Structural Biology
Structural Biology
Structural Biology is a core strength at Biortus, where we employ the modern technologies for structural studies such as X-ray crystallography and Cryo-EM. We not only are able to provide protein structures for structure-based and fragment-based drug discovery, but also differentiate ourselves from other CROs by working on difficult structures like membrane proteins, large protein complexes, and epitope mapping.

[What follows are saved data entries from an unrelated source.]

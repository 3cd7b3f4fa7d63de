import type { CurrentSenseDuty } from '#shared/engine/duties/current-sense'
import { figure } from '../../field-types'
import { D, frequency, type DutyForm } from './fields'

const WAVEFORMS = [{ value: 'unipolar-pulse', label: 'pulses of one sign, reset between' }, { value: 'bipolar-pulse', label: 'pulses of either sign' }, { value: 'sine', label: 'sine' }]

export const CURRENT_SENSE_FORM: DutyForm<CurrentSenseDuty> = {
  title: 'current-sense transformer',
  text: 'Ratio, burden, droop, magnetising error, reset and direct component.',
  supplies: [],
  outputs: null,
  kinds: ({ waveform }) => [{ label: 'Current measured', place: `${D}.waveform`, choices: WAVEFORMS, value: waveform, write: (kind) => ({ [`${D}.waveform`]: kind, ...(kind === 'bipolar-pulse' ? { [`${D}.dutyRatio`]: 0.45 } : {}) }) }],
  fields: ({ waveform }) => [
    frequency,
    figure(`${D}.nominalCurrentA`, 'Primary current, nominal peak', 'A'),
    figure(`${D}.maximumCurrentA`, 'Primary current, greatest peak', 'A'),
    ...(waveform === 'sine' ? [] : [figure(`${D}.dutyRatio`, 'Longest pulse over the period', '%', { min: 0.005, max: waveform === 'bipolar-pulse' ? 0.5 : 0.995 })]),
    figure(`${D}.ratio`, 'Secondary over primary turns', ''),
    figure(`${D}.burdenOhm`, 'Burden', 'Ω'),
    figure(`${D}.rectifierDropV`, 'Rectifier drop', 'V', { min: 0, help: '0 without a rectifier.' }),
    ...(waveform === 'unipolar-pulse'
      ? [figure(`${D}.resetVoltageV`, 'Reset voltage at the secondary', 'V', { optional: true, help: 'Empty: nothing resets but the rectifier’s drop.' })]
      : [figure(`${D}.directCurrentA`, 'Direct component of the primary current', 'A', { min: 0 })]),
    figure(`${D}.permittedDroop`, 'Droop permitted over the longest pulse', '%', { min: 0.0001, max: 0.5 }),
    figure(`${D}.permittedError`, 'Magnetising error permitted', '%', { min: 0.0001, max: 0.5 }),
  ],
  start: {
    topology: 'current-sense', waveform: 'unipolar-pulse', switchingFrequencyHz: 100e3, nominalCurrentA: 5, maximumCurrentA: 10, dutyRatio: 0.45, ratio: 100, burdenOhm: 10,
    rectifierDropV: 0.6, resetVoltageV: 10, directCurrentA: 0, permittedDroop: 0.02, permittedError: 0.02,
  },
}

Biortus constantly strives to provide timely, accurate and high-quality structural data, which made us one of the preferred partners of many global pharmaceutical companies for structure-based drug design (SBDD) services. Our crystallography team has delivered over 2000 crystal structures, and our cryoEM team has also provided more than a dozen high resolution structures to our clients.

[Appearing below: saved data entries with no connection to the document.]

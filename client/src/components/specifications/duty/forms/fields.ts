import { SIDE_WORDS } from '#shared/drawing/sheets/words'
import type { Duty, RequirementSheet, Supply } from '#shared/engine/specification'
import { choice, figure, group, text, words, type Choice, type FieldSpec } from '../../field-types'

/** Where the duty lies in the document. */
export const D = 'requirement.duty'

/** A choice of kinds, each with what it writes; the fields below it may change with it. */
export interface KindChoice {
  label: string
  place: string
  choices: readonly Choice[]
  value: string
  write: (kind: string) => Readonly<Record<string, unknown>>
}

export interface OutputColumn {
  header: string
  field: FieldSpec
  figure?: boolean
}

/** How the duty of one topology is entered. */
export interface DutyForm<T extends Duty> {
  /** As it stands in the list of ways in. */
  title: string
  text: string
  /** Kinds of supply to choose between; one kind needs no choice, and none hides the input. */
  supplies: readonly Supply['kind'][]
  outputs: { columns: readonly OutputColumn[]; make: (id: string, number: number) => object } | null
  kinds: (duty: T) => KindChoice[]
  fields: (duty: T) => FieldSpec[]
  /** What a duty sheet begins with; everything is to be overwritten. */
  start: T
  /** Surroundings that begin otherwise than usual. */
  surroundings?: Partial<Omit<RequirementSheet, 'duty'>>
}

export const frequency = figure(`${D}.switchingFrequencyHz`, 'Switching frequency', 'kHz', { min: 1e3, max: 10e6 })
export const efficiency = figure(`${D}.efficiency`, 'Efficiency at full load', '%', { min: 0.06, max: 1 })
export const switchDrop = figure(`${D}.switchDropV`, 'Drop of the closed switch', 'V', { min: 0, help: 'With its sense resistor, at full load.' })
export const clampSpike = figure(`${D}.clampSpikeV`, 'Turn-off spike over the ideal voltage of the open switch', 'V', { optional: true, min: 0 })
export const switchRating = figure(`${D}.switchRatingV`, 'Rated voltage of the switch', 'V', { optional: true })
export const currentLimit = group(
  `${D}.currentLimit`,
  'Current limit',
  [figure('nominalA', 'nominal', 'A'), figure('tolerance', 'tolerance ±', '%', { min: 0, max: 1 }), figure('delayS', 'delay', 'ns', { min: 0 })],
  () => ({ nominalA: 2, tolerance: 0.08, delayS: 200e-9 }),
  { optional: true, help: 'With its tolerance and delay it decides the peak flux.' },
)

const volts = (of: string): FieldSpec[] => [
  figure(`${D}.supply.minimumV`, `${of}, minimum`, 'V'),
  figure(`${D}.supply.nominalV`, `${of}, nominal`, 'V'),
  figure(`${D}.supply.maximumV`, `${of}, maximum`, 'V'),
]

/** The input side, by the kind of supply. */
export function supplyFields(kind: Supply['kind'] | 'line'): FieldSpec[] {
  if (kind === 'dc') return volts('Input, d.c.')
  if (kind === 'line') return [...volts('Line, rms'), figure(`${D}.supply.lineFrequencyHz`, 'Line frequency', 'Hz', { min: 16, max: 400 })]
  return [
    ...volts('Mains, rms'),
    figure(`${D}.supply.lineFrequencyHz`, 'Line frequency', 'Hz', { min: 16, max: 400 }),
    figure(`${D}.supply.bulkCapacitanceF`, 'Bulk capacitor', 'µF', { help: 'The least that is left by tolerance and age.' }),
    figure(`${D}.supply.conductionTimeS`, 'Bridge conducts for', 'ms', { min: 0, help: 'In each half cycle.' }),
  ]
}

export const outputColumns: readonly OutputColumn[] = [
  { header: 'Name', field: text('name', 'Name', { maximum: 60 }) },
  { header: 'Voltage', field: figure('voltageV', 'Voltage, signed', 'V'), figure: true },
  { header: 'Rectifier', field: figure('rectifierDropV', 'Rectifier drop', 'V', { min: 0 }), figure: true },
  { header: 'Full load', field: figure('fullLoadCurrentA', 'Current at full load', 'A'), figure: true },
  { header: 'Light load', field: figure('lightLoadCurrentA', 'Current at light load', 'A', { min: 0 }), figure: true },
  { header: 'Role', field: choice('role', 'Role', [{ value: 'main', label: 'main' }, { value: 'auxiliary', label: 'auxiliary' }]) },
  { header: 'Side', field: choice('side', 'Side of the insulation', words(SIDE_WORDS)) },
]

export const newOutput = (id: string, number: number) => ({ id, name: `S${number}`, role: 'main' as const, voltageV: 12, rectifierDropV: 0.7, fullLoadCurrentA: 1, lightLoadCurrentA: 0.1, side: 'secondary' as const })

export const dcSupply = { kind: 'dc', minimumV: 18, nominalV: 24, maximumV: 32 } as const
export const mainsSupply = { kind: 'mains', minimumV: 90, nominalV: 230, maximumV: 264, lineFrequencyHz: 50, bulkCapacitanceF: 100e-6, conductionTimeS: 3e-3 } as const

Recently, we have developed the microED technology which allows us to further determining structures of tiny crystals of small molecules. This technology grants our reach into.
Show Cases: Epitope Mapping by X-ray Structure and cryo-EM
Mapping the actual epitope not only helps researchers to optimize their antibody drugs, but also helps them to protect patents with strong supporting data. Among many methods that determine epitopes, X-ray crystallography has always been the gold standard approach because it allows the clear visualization of the interaction between antigen and antibody. Recently, cryoEM technology has risen to be another powerful tool to obtain such information. Biortus can help clients obtain antibody epitope information determined by both X-ray crystallography and Cryo-EM technologies.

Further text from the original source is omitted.